The most famous roles of Mikhoels are king Lear in the W.Shakespeare play and milkman Tevye by Sholom Aleichem. Since 1941, Mikhoels was a professor of Moscow Theatre School. In 1942, he became first chairman of Jewish Anti-Fascist Committee created to “involve Jews all over the world into fight with fascists.” He also was a member of Presidium of All-Russian Theatre Society and of the Arts Worker Trade Union Central Committee. The State Jewish Theatre created by Mikhoels was closed by the personal order of Stalin.
Mikhoels died January, 1948 while touring in Minsk (according to some information, he came to Minsk as a representative of Stalin Prize Committee). According to the official version, Mikhoels and a friend of him, Sergei Golubev, were run by a lorry. True circumstances became known only in 1951, when Viktor Abakumov, ex-state security minister of the USSR was arrested. It turned out the writer Golubev was KGB agent. He got a task to invite Mikhoels to his friends’ dacha. The dacha belonged to the Byelorussian state security chief, Tsanava. The lorry was already prepared, under whose wheels Mikhoels and Golubev (who was sacrificed for the story credibility) were thrown.

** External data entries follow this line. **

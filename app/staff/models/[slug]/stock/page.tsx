import type { Metadata } from "next";
import { notFound } from "next/navigation";
import { LedgerTable } from "@/components/staff/ledger-table";
import { AdjustStockForm, ReceiveStockForm } from "@/components/staff/stock-forms";
import { Card } from "@/components/ui/card";
import { requirePageUser } from "@/lib/auth/guard";
import { getStaffModelBySlug, listStockMovements } from "@/lib/staff/queries/model";

export const metadata: Metadata = { title: "Stock ledger" };

export default async function StaffModelStockPage({
  params,
}: {
  params: Promise<{ slug: string }>;
}) {
  const { slug } = await params;
  await requirePageUser("staff:stock", `/staff/models/${slug}/stock`);
  const model = await getStaffModelBySlug({ slug });
  if (!model) notFound();
  const entries = await listStockMovements({ modelId: model.row.id });
  const { stock, lowStockThreshold, status } = model.row;
  const low = status === "published" && stock <= lowStockThreshold;
  return (
    <div className="flex flex-col gap-8">
      <div className="grid gap-4 sm:grid-cols-3">
        <Card>
          <p className="text-ink-soft">In stock</p>
          <p
            className="font-display text-3xl font-semibold text-moss-900"
            data-testid="stock-on-hand"
          >
            {stock}
          </p>
        </Card>
        <Card>
          <p className="text-ink-soft">Low-stock mark</p>
          <p className="font-display text-3xl font-semibold text-moss-900">{lowStockThreshold}</p>
        </Card>
        <Card>
          <p className="text-ink-soft">Standing</p>
          <p
            className={`font-display text-xl font-semibold ${low ? "text-ember-900" : "text-moss-900"}`}
          >
            {status !== "published"
              ? "Not on sale"
              : low
                ? "Running low: ask the builders"
                : "Enough on hand"}
          </p>
        </Card>
      </div>
      <div className="grid gap-6 lg:grid-cols-2">
        <ReceiveStockForm modelId={model.row.id} builderName={model.row.builderName} />
        <AdjustStockForm modelId={model.row.id} stock={stock} />
      </div>
      <section aria-labelledby="ledger" className="flex flex-col gap-3">
        <h2 id="ledger" className="font-display text-2xl font-semibold text-moss-900">
          Ledger
        </h2>
        <p className="text-ink-soft">
          Stock changes only through these movements. Sales and holds come from checkout.
        </p>
        <LedgerTable entries={entries} />
      </section>
    </div>
  );
}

The Mikhoels funeral was very splendid. Though soon, when fight against cosmopolitanism was in its height, Mikhoels was called “bourgeois nationalist.”
Short before his death, Mikhoels fully experienced a persecution. He had to play king Lear not only at the stage, but in his life, too. However, at that time, he was not the only Jew, who felt the death breath behind his back. His name was forbidden, while his once highly evaluated work seemed to be forgotten. And nobody mentioned his public activity as anti-fascist and international politician in the Great Patriotic War.
According to his daughter, Natalia, Solomon Mikhoels was the soul of Russian Jew Community. He said he was “hanged around with human fates.” He was persuaded that a nation must keep its roots, its culture, in contrast to Soviet writer Ilya Erenburg who considered the only way for Jews to be the full assimilation. Natalia is sure, massive arrests of Jewish artists would have been impossible when Mikhoels was alive. So, his death was necessary.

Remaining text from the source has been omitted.